In the meantime, how do we deal with vaccine-hesitant folks? As a pediatrician, I’ve had to deal with this issue for decades. There are many good publications regarding ‘anti vax’ populations, but the best answer I’ve seen so far was on Twitter, by Allen Frances, a thought leader in Medicine and Psychiatry. In response to a question from an individual hesitant about getting the vaccine who asked, “Please share articles and emotional reasons why I should get the shot. I am confused.” His response, “Getting the vaccine is among the easiest decisions in the history of the world: Unvaccinated = 600,000 dead – in the U.S.; Vaccinated = 0 deaths. I add to those statistics the worldwide mortality figures of millions dead, and countless with Long Covid.
Third, even in our society in the U.S., there are many individuals who do not appreciate the reach of this pandemic for any number of reasons.
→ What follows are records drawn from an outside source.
// `npm run bench`: figures for the check-in path on a large synthetic register (HTTP load from wrk,
// the bare candidate query and the check-in's own candidate statement from pgbench, a CPU profile
// of the app server during the check-in run, and the older Node-driven figures as a cross-check), then for the club
// audit and the season report over a synthetic ledger (1 000 000 harvest entries on the first 200
// bench parcels, scripts/bench/audit.ts), with the plan of the audit's aggregate statement. Prints a
// table and writes .local/bench/results.json and results.md. A benchmark, not a test: it asserts nothing.
//
// Its own PostgreSQL cluster (.local/pg-bench, 127.0.0.1:54349, database tallywood_bench) keeps the
// seeded parcels and entries between runs, so only the first run seeds. Environment (all optional):
//   BENCH_PARCELS (100000) · BENCH_REQUESTS (5000) · BENCH_SQL_QUERIES (5000) · BENCH_NAIVE_POINTS (20)
//   BENCH_ENTRIES (1000000) · BENCH_CONCURRENCY (8) · BENCH_MAX_SECONDS (60, per measured phase)
//   BENCH_SECONDS (20, each wrk and pgbench run) · BENCH_WRK_THREADS (BENCH_CONCURRENCY: one connection per thread)
//   TALLYWOOD_BENCH_PG_PORT (54349) · BENCH_SERVER_ENTRY (another build's server/entry.mjs, to measure an earlier commit)
//   TALLYWOOD_PROCESSES (the server's app processes, as for `npm start`: one per core unless set; the profiled run has one)
//   BENCH_PROFILE (check-ins: the load the profiled run repeats; entries profiles the recording of entries instead)
//   BENCH_WARM_UP_SECONDS (60: the check-ins sent before the measured runs, scripts/bench/wrk-check-ins.ts says why)
// Flags (after `npm run bench --`): --check-ins measures only what issue 15's targets are judged on
// (pgbench, wrk, the CPU profile), leaving out the Node-driven cross-checks, the naive scan, the
// audit and the Field page; --build builds the app into .local/bench-dist first, so the figures are
// those of the code in this checkout; --scale also seeds 1 000 000 parcels in a database of its own
// (once, a few minutes) and measures the candidate statements and the check-in there.
import type { ChildProcess } from 'node:child_process';
import { readFileSync } from 'node:fs';
import { cpus, totalmem } from 'node:os';
import { join } from 'node:path';
import postgres from 'postgres';
import { closeDb, createDb } from '../src/db/client';
import { applyMigrations } from '../src/db/migrations';
import { measureAudit, seedEntries } from './bench/audit';
import { benchPort, findOrBuildServer, measureCheckIns, startServer, stopServer, type HttpFigures } from './bench/http-check-ins';
import { measureNaiveScan, type NaiveFigures } from './bench/naive-scan';
import { benchPositions, regionAreaKm2 } from './bench/parcels';
import { measureFieldOffline } from './bench/field-offline';
import { auditTargets, checkInTargets, scaleTargets, fieldTargets, report, type AuditResults, type BenchResults, type FieldResults, type PgbenchResults } from './bench/report';
import { describeParcels, prepareMembers, prewarm, seedBench } from './bench/seed';
import { appCandidateScript, bareLookupScript, runPgbench } from './bench/pgbench';
import { coveringCounts, measureSql } from './bench/sql-lookup';
import { measureWithWrk, type WrkResults } from './bench/wrk-check-ins';
import { measureScale } from './bench/scale';
import { databaseUrls, ensureAppRole, ensureDatabase, ensurePostgres, localDir, localSecret, root, say, startCluster } from './lib/setup.mjs';

const setting = (name: string, fallback: number) => {
  const value = Number(process.env[name] ?? fallback);
  if (!Number.isFinite(value) || value <= 0) throw new Error(`${name} must be a positive number`);
  return Math.floor(value);
};
const parcelTarget = setting('BENCH_PARCELS', 100_000);
const requests = setting('BENCH_REQUESTS', 5000);
const sqlQueries = setting('BENCH_SQL_QUERIES', 5000);
const naivePoints = setting('BENCH_NAIVE_POINTS', 20);
const entryTarget = setting('BENCH_ENTRIES', 1_000_000);
const concurrency = setting('BENCH_CONCURRENCY', 8);
const maxMs = setting('BENCH_MAX_SECONDS', 60) * 1000;
const pgPort = setting('TALLYWOOD_BENCH_PG_PORT', 54349);
const loadSeconds = setting('BENCH_SECONDS', 20);
const wrkThreads = setting('BENCH_WRK_THREADS', concurrency);
/** pgbench's threads: one per core, as many as the machine's (the brief's `-j 2` on two cores). */
const pgbenchThreads = Math.min(concurrency, Math.max(1, cpus().length));
const profiledRun = process.env.BENCH_PROFILE ?? 'check-ins';
if (profiledRun !== 'check-ins' && profiledRun !== 'entries') throw new Error('BENCH_PROFILE is check-ins (the default) or entries');
const flags = new Set(process.argv.slice(2));
for (const flag of flags) if (!['--check-ins', '--build', '--scale'].includes(flag)) throw new Error(`unknown flag ${flag}: the bench knows --check-ins, --build and --scale`);
const checkInsOnly = flags.has('--check-ins');
const leftOut = 'left out (--check-ins)';
const started = performance.now();

ensurePostgres();
// A database server's usual share of memory for its buffers (a quarter of it, at most 4 GB), as
// PostgreSQL's manual suggests for a dedicated server, so the prewarmed relations stay in them.
const sharedBuffersMb = Math.min(4096, Math.floor(totalmem() / 2 ** 20 / 4));
const clusterDir = join(localDir, 'pg-bench');
const stopDatabase = startCluster({ dir: clusterDir, port: pgPort, settings: [`shared_buffers=${sharedBuffersMb}MB`] });
ensureDatabase({ port: pgPort, name: 'tallywood_bench' });
const password = localSecret('database-password');
ensureAppRole({ port: pgPort, password });
// The bench migrates, seeds and measures its statements as the tables' owner (the cluster's
// superuser); the app it starts signs in as the app's role, as `npm start`'s does.
const { owner: databaseUrl, app: appDatabaseUrl } = databaseUrls({ port: pgPort, name: 'tallywood_bench', password, dir: clusterDir });

/** The running cluster's postmaster: the first line of postmaster.pid (PostgreSQL manual §19.3). */
function postmasterPid(dir: string): number | undefined {
  try {
    const pid = Number(readFileSync(join(dir, 'postmaster.pid'), 'utf8').split('\n')[0]);
    return Number.isInteger(pid) && pid > 0 ? pid : undefined;
  } catch {
    return undefined;
  }
}

/** Thrown past a part of the bench that --check-ins leaves out. */
class Skipped extends Error {}

let server: ChildProcess | null = null;
const sql = postgres(databaseUrl, { max: concurrency, onnotice: () => {} });
let exitCode = 0;

async function cleanUp() {
  await stopServer(server);
  await sql.end({ timeout: 5 });
  stopDatabase();
}
process.once('SIGINT', () => void cleanUp().finally(() => process.exit(130)));

try {
  const migrator = createDb(databaseUrl, { max: 1 });
  await applyMigrations(migrator, join(root, 'drizzle'));
  await closeDb(migrator);

  const seed = await seedBench(sql, parcelTarget, say);
  say(seed.seeded > 0 ? `seeded ${seed.seeded} parcels in ${(seed.ms / 1000).toFixed(1)} s` : `${seed.existing} bench parcels already there; nothing seeded`);
  const parcels = await describeParcels(sql, regionAreaKm2());
  say(`pre-warmed ${await prewarm(sql)} blocks of the parcels, permits and allowances into PostgreSQL's buffers`);

  say(`bare SQL lookups: ${sqlQueries} from ${concurrency} connections…`);
  const sqlFigures = await measureSql(sql, benchPositions(1, sqlQueries + 1000, parcelTarget), { concurrency, count: sqlQueries, maxMs });
  console.log(`\nEXPLAIN ANALYZE of the bare lookup:\n${sqlFigures.plan}\n`);

  let naive: NaiveFigures | null = null;
  if (!checkInsOnly) {
    say(`naive turf scan: every parcel in memory, ${naivePoints} positions…`);
    const naivePositions = benchPositions(2, naivePoints, parcelTarget);
    naive = await measureNaiveScan(sql, naivePositions, await coveringCounts(sql, naivePositions));
  }

  // pgbench: the bare lookup above, and the statement the check-in itself sends for its candidates
  // (as the first bench member), at the same concurrency, random positions in the seeded region.
  let pgbench: PgbenchResults;
  try {
    const [member] = await sql<{ id: string; club_ids: string[] }[]>`
      select u.id, coalesce(array_agg(m.club_id::text) filter (where m.club_id is not null), '{}') as club_ids
      from users u left join club_memberships m on m.user_id = u.id and m.state = 'active' where u.id = 'bench-member-00' group by u.id`;
    if (!member) throw new Error('bench-member-00 is missing');
    const common = { port: pgPort, database: 'tallywood_bench', user: 'app', clients: concurrency, threads: pgbenchThreads, seconds: loadSeconds };
    say(`pgbench: the bare candidate lookup, -c ${concurrency} -j ${pgbenchThreads} -T ${loadSeconds}…`);
    const bare = await runPgbench({ ...common, label: 'bare', script: bareLookupScript(parcelTarget) });
    say(`pgbench: the check-in's own candidate statement (measuredCandidatesQuery), -c ${concurrency} -j ${pgbenchThreads} -T ${loadSeconds}…`);
    const app = await runPgbench({ ...common, label: 'check-in-candidates', script: appCandidateScript({ id: member.id, clubIds: member.club_ids }, parcelTarget) });
    pgbench = { available: true, bare, app };
  } catch (error) {
    exitCode = 1;
    pgbench = { available: false, reason: error instanceof Error ? error.message : String(error) };
    console.log(`\n*** pgbench did not run: ${pgbench.reason} ***\n`);
  }

  const tokens = await prepareMembers(sql, concurrency);
  let http: HttpFigures & { entry: string | null };
  let entry: string | null = null;
  try {
    entry = findOrBuildServer(say, { rebuild: flags.has('--build') }).entry;
    if (checkInsOnly) throw new Skipped();
    say(`starting ${entry.replace(`${root}/`, '')} on 127.0.0.1:4341 against the bench database…`);
    server = await startServer(entry, appDatabaseUrl);
    say(`check-ins over HTTP: ${requests} from ${concurrency} clients…`);
    http = { ...(await measureCheckIns(server.pid, tokens, benchPositions(3, requests + 1000, parcelTarget), { concurrency, count: requests, maxMs })), entry };
  } catch (error) {
    http = error instanceof Skipped ? { available: false, status: 404, reason: leftOut, entry } : { available: false, status: 0, reason: `the app could not be started or reached: ${error instanceof Error ? error.message : error}`, entry };
  }
  let field: FieldResults = { available: false, reason: checkInsOnly ? leftOut : 'the app was not running' };
  if (http.available && entry) {
    say('the Field page in Chromium, and the offline verdict on a pack of 500 parcels with the CPU slowed 4×…');
    try {
      const clientDir = join(entry, '..', '..', 'client');
      const centre = benchPositions(4, 1, parcelTarget)[0] as { longitude: number; latitude: number };
      field = { available: true, ...(await measureFieldOffline(sql, { databaseUrl, baseUrl: `http://127.0.0.1:${benchPort}`, clientDir, sessionToken: tokens[0] as string, centre: [centre.longitude, centre.latitude] })) };
    } catch (error) {
      field = { available: false, reason: error instanceof Error ? error.message : String(error) };
    }
  }
  await stopServer(server);
  server = null;
  let wrk: WrkResults = { available: false, reason: 'the app could not be built or found' };
  if (entry) {
    wrk = await measureWithWrk({
      entry,
      databaseUrl: appDatabaseUrl,
      tokens,
      positions: benchPositions(5, Math.max(1000, concurrency * 500), parcelTarget),
      entryPositions: benchPositions(6, concurrency * 20, parcelTarget).filter((p) => p.kind === 'in-parcel'),
      connections: concurrency,
      threads: wrkThreads,
      seconds: loadSeconds,
      databasePid: postmasterPid(clusterDir),
      profile: profiledRun,
      log: say,
    });
  }
  if (!wrk.available) {
    exitCode = 1;
    console.log(`\n*** The check-in was not measured with wrk: ${wrk.reason} ***\n`);
  }
  if (!http.available) {
    console.log(`\n*** The check-in endpoint was not measured: ${http.reason}. The SQL and turf figures below stand on their own. ***\n`);
    if (http.status !== 404) exitCode = 1;
  }

  let scale: BenchResults['scale'] = null;
  if (flags.has('--scale') && entry) {
    try {
      scale = { available: true, ...(await measureScale({ port: pgPort, dir: clusterDir, password, entry, concurrency, threads: wrkThreads, seconds: loadSeconds, log: say })) };
    } catch (error) {
      exitCode = 1;
      scale = { available: false, reason: error instanceof Error ? error.message : String(error) };
      console.log(`\n*** The scale run did not finish: ${scale.reason} ***\n`);
    }
  }

  let audit: AuditResults;
  try {
    if (checkInsOnly) throw new Skipped();
    const entries = await seedEntries(sql, entryTarget, say);
    say(entries.seeded > 0 ? `seeded ${entries.seeded} harvest entries in ${(entries.ms / 1000).toFixed(1)} s` : `${entries.entries} bench harvest entries already there; nothing seeded`);
    say(`club audit and season reports over ${entries.entries} harvest entries…`);
    audit = { available: true, seeding: { seeded: entries.seeded, ms: entries.ms, limitsAdded: entries.limitsAdded }, ...(await measureAudit(databaseUrl, { clubId: entries.clubId, parcelId: entries.parcelId, maxMs })) };
    for (const [i, p] of audit.plans.entries()) console.log(`\nEXPLAIN (ANALYZE, BUFFERS) of the audit's statement ${i + 1} of ${audit.plans.length} over the kept totals:\n${p.plan}\n`);
  } catch (error) {
    if (error instanceof Skipped) audit = { available: false, reason: leftOut };
    else {
      exitCode = 1;
      audit = { available: false, reason: error instanceof Error ? error.message : String(error) };
      console.log(`\n*** The audit and season report were not measured: ${audit.reason} ***\n`);
    }
  }

  const endpointP50 = http.available ? http.concurrent.p50 : null;
  const endpointOverSqlP50 = endpointP50 === null ? null : endpointP50 / sqlFigures.concurrent.p50;
  const wrkOverPgbenchP50 = wrk.available && pgbench.available ? wrk.checkIns.p50 / pgbench.bare.p50 : null;
  const wrkOverAppStatementP50 = wrk.available && pgbench.available ? wrk.checkIns.p50 / pgbench.app.p50 : null;
  const cpuOverFloor = wrk.available && wrk.checkIns.serverCpuMsPerRequest !== null && wrk.floor.serverCpuMsPerRequest ? wrk.checkIns.serverCpuMsPerRequest / wrk.floor.serverCpuMsPerRequest : null;
  const [versions] = await sql<{ postgres: string; postgis: string }[]>`select current_setting('server_version') as postgres, postgis_lib_version() as postgis`;
  const results: BenchResults = {
    at: new Date().toISOString(),
    machine: {
      cpus: cpus().length,
      cpuModel: cpus()[0]?.model ?? 'unknown',
      memoryGb: Math.round(totalmem() / 2 ** 30),
      node: process.version,
      postgres: versions?.postgres ?? '?',
      postgis: versions?.postgis ?? '?',
    },
    parcels,
    seeding: { seeded: seed.seeded, ms: seed.ms },
    sql: sqlFigures,
    naive,
    http,
    wrk,
    pgbench,
    audit,
    field,
    scale,
    ratios: {
      endpointOverSqlP50,
      wrkOverPgbenchP50,
      wrkOverAppStatementP50,
      cpuOverFloor,
      naiveOverEndpointP50: endpointP50 === null || !naive ? null : naive.msPerLookup / endpointP50,
      naiveOverSqlP50: naive ? naive.msPerLookup / sqlFigures.concurrent.p50 : null,
    },
    targets: [
      ...checkInTargets(wrk, wrkOverPgbenchP50, cpuOverFloor),
      ...scaleTargets(scale, pgbench, wrk),
      ...(checkInsOnly ? [] : [...auditTargets(audit), ...fieldTargets(field)]),
    ],
    totalMs: performance.now() - started,
  };
  console.log(`\n${report(results, join(localDir, 'bench'))}\n`);
  say('results written to .local/bench/results.json and .local/bench/results.md');
} catch (error) {
  exitCode = 1;
  console.error(error instanceof Error ? (error.stack ?? error.message) : error);
} finally {
  await cleanUp();
}
process.exit(exitCode);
Some cannot understand or read about the pandemic, and are afraid. These are a few of the reasons I believe the suggestion that immunized folks no long wear a mask will be misunderstood, and those who need it may not wear one.
Bottom line: Even with public health measures, including vaccines, we cannot throw caution to the wind with any highly mutating RNA infectious virus.
(This discussion is not meant to provide medical advice; that must come from the reader’s personal physician. These are guidelines that the author follows.)
Gary E. Eddey, MD, is a retired general academic pediatrician. He received his Medical Degree from Weill Cornell Medicine and holds a master’s degree (ScM Hyg) from the Graduate School of Public Health at the University of Pittsburgh. Currently he is a volunteer physician for Boston Rare Connections, and the University of Pennsylvania Orphan Disease Program. Dr. Eddey received his vaccine as soon as New York decreased the age to 65; at which time he reported to his FQHC center, Ryan Health, and stood in line to receive the first of two shots. He wears his mask when leaving his home, as does most everyone in his neighborhood.